▸ Instructions for the task: Write out again, exactly, the lines of the listing below from the first one through the one that contains "for (std::size_t k", and no other lines.
___ Records shown
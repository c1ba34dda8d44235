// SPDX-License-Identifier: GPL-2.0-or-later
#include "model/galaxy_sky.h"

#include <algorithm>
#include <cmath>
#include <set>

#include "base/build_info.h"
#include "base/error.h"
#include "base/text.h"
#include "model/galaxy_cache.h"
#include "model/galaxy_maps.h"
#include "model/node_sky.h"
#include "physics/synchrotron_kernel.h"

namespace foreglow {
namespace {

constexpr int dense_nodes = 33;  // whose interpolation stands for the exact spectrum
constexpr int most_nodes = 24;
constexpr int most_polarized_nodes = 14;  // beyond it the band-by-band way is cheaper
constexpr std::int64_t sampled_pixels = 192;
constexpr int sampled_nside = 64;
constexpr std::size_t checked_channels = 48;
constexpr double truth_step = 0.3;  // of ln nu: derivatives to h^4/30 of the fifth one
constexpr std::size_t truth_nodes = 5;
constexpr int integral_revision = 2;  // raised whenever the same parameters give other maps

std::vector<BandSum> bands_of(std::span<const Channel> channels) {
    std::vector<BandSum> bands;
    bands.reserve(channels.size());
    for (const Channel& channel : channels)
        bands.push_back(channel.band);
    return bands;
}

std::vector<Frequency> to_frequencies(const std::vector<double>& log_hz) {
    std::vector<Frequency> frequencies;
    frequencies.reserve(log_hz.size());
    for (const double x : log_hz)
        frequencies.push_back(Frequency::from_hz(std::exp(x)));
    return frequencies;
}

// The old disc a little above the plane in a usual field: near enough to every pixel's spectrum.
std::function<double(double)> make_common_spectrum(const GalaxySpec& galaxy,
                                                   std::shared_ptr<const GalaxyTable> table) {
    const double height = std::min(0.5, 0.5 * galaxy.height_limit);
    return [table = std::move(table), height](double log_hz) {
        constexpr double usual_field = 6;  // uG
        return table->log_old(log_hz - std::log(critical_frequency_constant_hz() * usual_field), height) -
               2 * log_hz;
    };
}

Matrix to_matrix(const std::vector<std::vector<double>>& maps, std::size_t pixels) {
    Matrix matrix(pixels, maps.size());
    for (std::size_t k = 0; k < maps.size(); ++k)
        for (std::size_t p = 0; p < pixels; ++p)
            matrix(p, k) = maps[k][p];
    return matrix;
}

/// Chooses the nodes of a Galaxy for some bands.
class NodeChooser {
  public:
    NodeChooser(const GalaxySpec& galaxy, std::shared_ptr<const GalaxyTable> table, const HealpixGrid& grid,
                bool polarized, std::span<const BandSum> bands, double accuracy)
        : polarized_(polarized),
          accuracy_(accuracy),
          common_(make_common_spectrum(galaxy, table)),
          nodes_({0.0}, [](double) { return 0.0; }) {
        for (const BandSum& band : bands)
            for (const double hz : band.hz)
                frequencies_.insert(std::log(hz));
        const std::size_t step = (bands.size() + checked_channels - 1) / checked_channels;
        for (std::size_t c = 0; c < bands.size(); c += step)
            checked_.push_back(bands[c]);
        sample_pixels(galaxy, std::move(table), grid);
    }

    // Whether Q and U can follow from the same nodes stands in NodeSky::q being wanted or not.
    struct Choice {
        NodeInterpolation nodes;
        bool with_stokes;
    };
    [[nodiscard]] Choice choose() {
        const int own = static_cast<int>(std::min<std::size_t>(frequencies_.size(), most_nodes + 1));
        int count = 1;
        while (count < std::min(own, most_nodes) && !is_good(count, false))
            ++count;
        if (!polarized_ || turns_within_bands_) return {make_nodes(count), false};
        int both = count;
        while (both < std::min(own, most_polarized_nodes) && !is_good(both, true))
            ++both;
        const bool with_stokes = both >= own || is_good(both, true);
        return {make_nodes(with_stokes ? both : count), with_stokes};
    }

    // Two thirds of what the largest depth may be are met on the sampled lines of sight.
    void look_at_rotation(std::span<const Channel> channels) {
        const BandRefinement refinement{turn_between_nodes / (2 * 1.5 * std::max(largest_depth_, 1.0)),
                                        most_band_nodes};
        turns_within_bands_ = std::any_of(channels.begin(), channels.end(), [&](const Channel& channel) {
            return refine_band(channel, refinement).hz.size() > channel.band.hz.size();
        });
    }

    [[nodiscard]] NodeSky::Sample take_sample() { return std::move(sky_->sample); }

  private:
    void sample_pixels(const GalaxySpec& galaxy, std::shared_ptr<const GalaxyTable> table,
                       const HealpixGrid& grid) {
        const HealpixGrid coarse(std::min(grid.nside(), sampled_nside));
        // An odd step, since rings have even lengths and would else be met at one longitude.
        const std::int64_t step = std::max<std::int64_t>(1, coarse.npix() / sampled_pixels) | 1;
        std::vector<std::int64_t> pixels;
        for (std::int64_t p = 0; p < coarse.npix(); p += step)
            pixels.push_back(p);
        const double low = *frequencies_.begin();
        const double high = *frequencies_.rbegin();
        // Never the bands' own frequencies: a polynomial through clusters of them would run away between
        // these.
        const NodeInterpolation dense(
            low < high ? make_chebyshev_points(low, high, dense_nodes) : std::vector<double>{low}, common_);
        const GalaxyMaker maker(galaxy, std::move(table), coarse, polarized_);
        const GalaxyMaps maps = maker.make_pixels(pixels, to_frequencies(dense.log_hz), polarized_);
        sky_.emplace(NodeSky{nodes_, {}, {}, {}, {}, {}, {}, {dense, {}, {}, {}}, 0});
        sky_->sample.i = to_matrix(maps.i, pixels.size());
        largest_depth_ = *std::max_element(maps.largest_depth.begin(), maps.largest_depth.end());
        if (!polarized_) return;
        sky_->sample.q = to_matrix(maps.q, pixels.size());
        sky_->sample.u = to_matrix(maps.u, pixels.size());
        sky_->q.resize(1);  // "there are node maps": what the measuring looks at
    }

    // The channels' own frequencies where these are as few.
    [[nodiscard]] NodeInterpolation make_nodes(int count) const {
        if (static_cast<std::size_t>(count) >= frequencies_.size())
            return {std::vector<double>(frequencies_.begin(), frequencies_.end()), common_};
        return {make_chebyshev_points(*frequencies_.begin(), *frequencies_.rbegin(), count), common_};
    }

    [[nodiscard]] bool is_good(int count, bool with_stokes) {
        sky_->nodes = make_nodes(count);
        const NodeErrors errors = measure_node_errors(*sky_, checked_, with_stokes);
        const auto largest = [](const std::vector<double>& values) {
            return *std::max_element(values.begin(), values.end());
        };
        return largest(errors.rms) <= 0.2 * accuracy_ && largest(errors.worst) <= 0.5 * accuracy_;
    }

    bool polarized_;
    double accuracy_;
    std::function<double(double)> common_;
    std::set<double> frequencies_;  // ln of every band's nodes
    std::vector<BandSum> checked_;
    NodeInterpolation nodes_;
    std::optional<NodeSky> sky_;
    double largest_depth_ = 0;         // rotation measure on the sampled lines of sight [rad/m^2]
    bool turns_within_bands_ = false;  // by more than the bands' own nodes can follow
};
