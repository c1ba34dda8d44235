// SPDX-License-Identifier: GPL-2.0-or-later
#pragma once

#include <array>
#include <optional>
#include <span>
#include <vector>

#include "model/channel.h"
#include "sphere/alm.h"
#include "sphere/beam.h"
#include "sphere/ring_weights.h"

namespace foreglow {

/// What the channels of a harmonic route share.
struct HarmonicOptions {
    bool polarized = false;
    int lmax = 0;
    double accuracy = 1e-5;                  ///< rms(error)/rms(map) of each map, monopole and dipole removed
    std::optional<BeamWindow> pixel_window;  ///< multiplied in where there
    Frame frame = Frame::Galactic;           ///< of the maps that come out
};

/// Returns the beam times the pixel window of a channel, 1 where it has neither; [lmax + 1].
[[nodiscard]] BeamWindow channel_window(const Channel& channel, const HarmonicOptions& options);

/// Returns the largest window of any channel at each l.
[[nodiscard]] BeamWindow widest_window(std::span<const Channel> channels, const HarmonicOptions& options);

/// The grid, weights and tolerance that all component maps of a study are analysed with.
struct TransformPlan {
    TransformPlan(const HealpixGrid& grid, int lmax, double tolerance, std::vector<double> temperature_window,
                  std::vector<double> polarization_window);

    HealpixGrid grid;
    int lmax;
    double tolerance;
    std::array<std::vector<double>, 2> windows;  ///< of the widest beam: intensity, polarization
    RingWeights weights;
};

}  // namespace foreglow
______
▸ Task answer:
repository c1ba34dda8d44235
// SPDX-License-Identifier: GPL-2.0-or-later
#include "model/galaxy_sky.h"

#include <algorithm>
#include <cmath>
#include <set>

#include "base/build_info.h"
#include "base/error.h"
#include "base/text.h"
#include "model/galaxy_cache.h"
#include "model/galaxy_maps.h"
#include "model/node_sky.h"
#include "physics/synchrotron_kernel.h"

namespace foreglow {
namespace {

constexpr int dense_nodes = 33;  // whose interpolation stands for the exact spectrum
constexpr int most_nodes = 24;
constexpr int most_polarized_nodes = 14;  // beyond it the band-by-band way is cheaper
constexpr std::int64_t sampled_pixels = 192;
constexpr int sampled_nside = 64;
constexpr std::size_t checked_channels = 48;
constexpr double truth_step = 0.3;  // of ln nu: derivatives to h^4/30 of the fifth one
constexpr std::size_t truth_nodes = 5;
constexpr int integral_revision = 2;  // raised whenever the same parameters give other maps

std::vector<BandSum> bands_of(std::span<const Channel> channels) {
    std::vector<BandSum> bands;
    bands.reserve(channels.size());
    for (const Channel& channel : channels)
        bands.push_back(channel.band);
    return bands;
}

std::vector<Frequency> to_frequencies(const std::vector<double>& log_hz) {
    std::vector<Frequency> frequencies;
    frequencies.reserve(log_hz.size());
    for (const double x : log_hz)
        frequencies.push_back(Frequency::from_hz(std::exp(x)));
    return frequencies;
}

// The old disc a little above the plane in a usual field: near enough to every pixel's spectrum.
std::function<double(double)> make_common_spectrum(const GalaxySpec& galaxy,
                                                   std::shared_ptr<const GalaxyTable> table) {
    const double height = std::min(0.5, 0.5 * galaxy.height_limit);
    return [table = std::move(table), height](double log_hz) {
        constexpr double usual_field = 6;  // uG
        return table->log_old(log_hz - std::log(critical_frequency_constant_hz() * usual_field), height) -
               2 * log_hz;
    };
}

Matrix to_matrix(const std::vector<std::vector<double>>& maps, std::size_t pixels) {
    Matrix matrix(pixels, maps.size());
    for (std::size_t k = 0; k < maps.size(); ++k)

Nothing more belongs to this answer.